Is easy to see that on average, Cuajimalpa de Morelos is the most expensive, followed by Iztapalapa and Xochimilco. But the catch here is that, they are the most expensive on average, that can be because of the pressence of outliers.

To take into account that is a good idea to look at a Box plot.

Note that the graph lacks of data points with prices above $10,000 for visualization purposes

In [30]:
# First, get the rows from the 5 neighbourhoods
filtered_neighbourhoods = top_5_neighbourhoods.index
# Filter data to only take info from the neighbourhoods and prices below $10,000
filtered_data = data.loc[(data.neighbourhood_cleansed.isin(filter_neighbourhoods)) & (data.price <=10000)]
# Box plot
fig1 = px.box(filtered_data, 'neighbourhood_cleansed', 'price', points = 'all')
fig1.show()

The box plot shows that Cuauhtémoc and Miguel Hidalgo have more pricey properties. A Box plot with all neighbourhoods may help clarify the question

In [29]:
# Filter data to only take prices below $10,000
filtered_data = data.loc[data.price <=10000]
# Box plot
fig1 = px.box(filtered_data, 'neighbourhood_cleansed', 'price', points = 'all')
fig1.show()

The neighbourhoods with more properties in the high price scale are Cuauhtémoc and Miguel Hidalgo, followed by Coyoacán, Benito Juárez and Álvaro Obregón

### Which neighbourhoods have more super hosts?

In [24]:
top_by_super_hosts = data[data.host_is_superhost == 't']
top_by_super_hosts = top_by_super_hosts.groupby('neighbourhood_cleansed')    # Groupping by neighbourhood
top_by_super_hosts = top_by_super_hosts.agg({'id': 'count'})                 # Counting the number of super hosts
top_by_super_hosts = top_by_super_hosts.sort_values('id', ascending = False) # sorting values from larger to smaller
top_by_super_hosts.head(5)

Unnamed: 0_level_0,id
neighbourhood_cleansed,Unnamed: 1_level_1
Cuauhtémoc,3353
Miguel Hidalgo,1170
Benito Juárez,1077
Coyoacán,637
Álvaro Obregón,253


Cuauhtémoc, Miguel Hidalgo and Benito Juárez are the neighbourhoods with more super hosts, followed by Coyoacán and Álvaro Obregón. It is interesting that the same top pricey neighbourhoods are the ones with more super hosts.

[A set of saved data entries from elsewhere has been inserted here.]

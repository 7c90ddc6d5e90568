// The fields of the knob being edited, and what it moves.
import { useMemo } from 'react'
import { changeKnob, removeKnob, shiftKnob } from '../../../../src/set/panelEdit.ts'
import { KNOB_NAME, KNOB_POSITION, KNOB_SMOOTH, KNOB_STEPS } from '../../../../src/set/parameters/panel.ts'
import type { Knob, ParameterSet } from '../../../../src/set/types.ts'
import type { Binding, Refusal } from '../../../fields/binding.ts'
import { NumberField } from '../../../fields/NumberField.tsx'
import { TextField } from '../../../fields/TextField.tsx'
import { dropGesture, endGesture } from '../../../state/draft.ts'
import { commitPanel, commitTurn, knobName, tryPanel, tryTurn } from '../../../state/panel.ts'
import { FieldChooser } from './FieldChooser.tsx'
import { putOnKnob } from './knobActs.ts'
import { MoveEditor } from './MoveEditor.tsx'
import { fullKnob, whyNotPanel } from './panelWords.ts'

interface KnobEditorProps {
  readonly set: ParameterSet
  readonly index: number
  /** The knob went to another place of the row, or away (null). */
  readonly onPlaced: (index: number | null) => void
}

export function KnobEditor({ set, index, onPlaced }: KnobEditorProps) {
  const knob = set.panel[index] as Knob
  const name = knobName(knob, index)
  const { steps, smoothMs, position } = knob
  const stepsBinding = useMemo(() => knobBinding(index, `${name}, steps`, 'steps', steps), [index, name, steps])
  const smoothBinding = useMemo(() => knobBinding(index, `${name}, smoothing`, 'smoothMs', smoothMs), [index, name, smoothMs])
  const positionBinding = useMemo(() => turnBinding(index, position), [index, position])
  const nameBinding = useMemo(
    (): Binding<string> => ({
      value: knob.knob,
      attempt: () => null,
      settle: () => {},
      drop: () => {},
      apply: (text) => wordsOf(commitPanel(`Knob ${text}`, (now) => changeKnob(now, index, { knob: text.trim() }))),
    }),
    [index, knob.knob],
  )
  const shift = (to: number) => {
    commitPanel(`Knob ${name}, place`, (now) => shiftKnob(now, index, to))
    onPlaced(to)
  }
  const remove = () => {
    commitPanel(`Remove knob ${name}`, (now) => removeKnob(now, index))
    onPlaced(null)
  }
  const full = fullKnob(knob)
  return (
    <section className="cw-knob-editor" aria-label={`Knob ${name}`}>
      <TextField spec={{ ...KNOB_NAME, label: 'Name' }} binding={nameBinding} />
      <h3 className="cw-panel-head">Moves</h3>
      <ul>
        {knob.moves.map((move, at) => (
          <MoveEditor key={move.parameter} set={set} move={move} place={{ index, at, knob: name }} />
        ))}
      </ul>
      {full === null ? <FieldChooser label="Move another field" onChoose={(path) => void putOnKnob(path, index)} /> : <p>{full}</p>}
      <div className="cw-knob-settings">
        <NumberField spec={KNOB_POSITION} binding={positionBinding} />
        <NumberField spec={KNOB_STEPS} binding={stepsBinding} notes={[stepsNote(steps)]} lines={1} />
        <NumberField spec={KNOB_SMOOTH} binding={smoothBinding} />
      </div>
      <div className="cw-knob-acts">
        <ActButton label="◂ Earlier" spoken={`Put knob ${name} earlier`} off={index === 0} act={() => shift(index - 1)} />
        <ActButton label="Later ▸" spoken={`Put knob ${name} later`} off={index === set.panel.length - 1} act={() => shift(index + 1)} />
        <ActButton label="Remove knob" spoken={`Remove knob ${name}`} off={false} act={remove} />
      </div>
    </section>
  )
}

interface ActButtonProps {
  readonly label: string
  readonly spoken: string
  readonly off: boolean
  readonly act: () => void
}

/** Stays focusable while there is nothing to do, so that going to the end of the row does not throw the focus away. */
const ActButton = ({ label, spoken, off, act }: ActButtonProps) => (
  <button type="button" className="cw-button" aria-label={spoken} aria-disabled={off} onClick={off ? undefined : act}>
    {label}
  </button>
)

const stepsNote = (steps: number) =>
  steps === 0 ? 'continuous' : `a step every ${Number((100 / (steps - 1)).toPrecision(2))} % of the turn`

const wordsOf = ([problem]: ReturnType<typeof commitPanel>): Refusal => (problem ? { why: whyNotPanel(problem, null), ways: [] } : null)

function knobBinding(index: number, step: string, key: 'steps' | 'smoothMs', value: number): Binding<number | null> {
  // One step would not turn: stepping passes over it.
  const passed = (to: number) => (key === 'steps' && to === 1 ? (value > 1 ? 0 : 2) : to)
  const edit = (to: number) => (now: ParameterSet) => changeKnob(now, index, { [key]: to })
  return {
    value,
    attempt: (to) => (to === null ? null : (wordsOf(tryPanel(step, edit(passed(to))))?.why ?? null)),
    settle: endGesture,
    drop: dropGesture,
    apply: (to) => (to === null ? null : wordsOf(commitPanel(step, edit(to)))),
  }
}

function turnBinding(index: number, position: number): Binding<number | null> {
  const held = ([problem]: ReturnType<typeof tryTurn>) => (problem ? `Held: ${whyNotPanel(problem, null)}` : null)
  return {
    value: position,
    attempt: (to) => (to === null ? null : held(tryTurn(index, to))),
    settle: endGesture,
    drop: dropGesture,
    apply: (to) => (to === null ? null : wordsOf(commitTurn(index, to))),
  }
}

### Is there a relantionship between super hosts and price in the neighbourhoods?

In [13]:
# Filter data to only take info from superhosts and prices below $10,000
filtered_data = data.loc[(data.host_is_superhost == 't') & (data.price <= 10000)]
# Box plot
fig = px.box(filtered_data, 'neighbourhood_cleansed', 'price', points = 'all')
fig.show()

The Box plot makes easy to see that Cuauhtémoc and Miguel Hidalgo has the most pricey properties with super hosts, followed by Coyoacán

### Why are these neighbourhoods expensive?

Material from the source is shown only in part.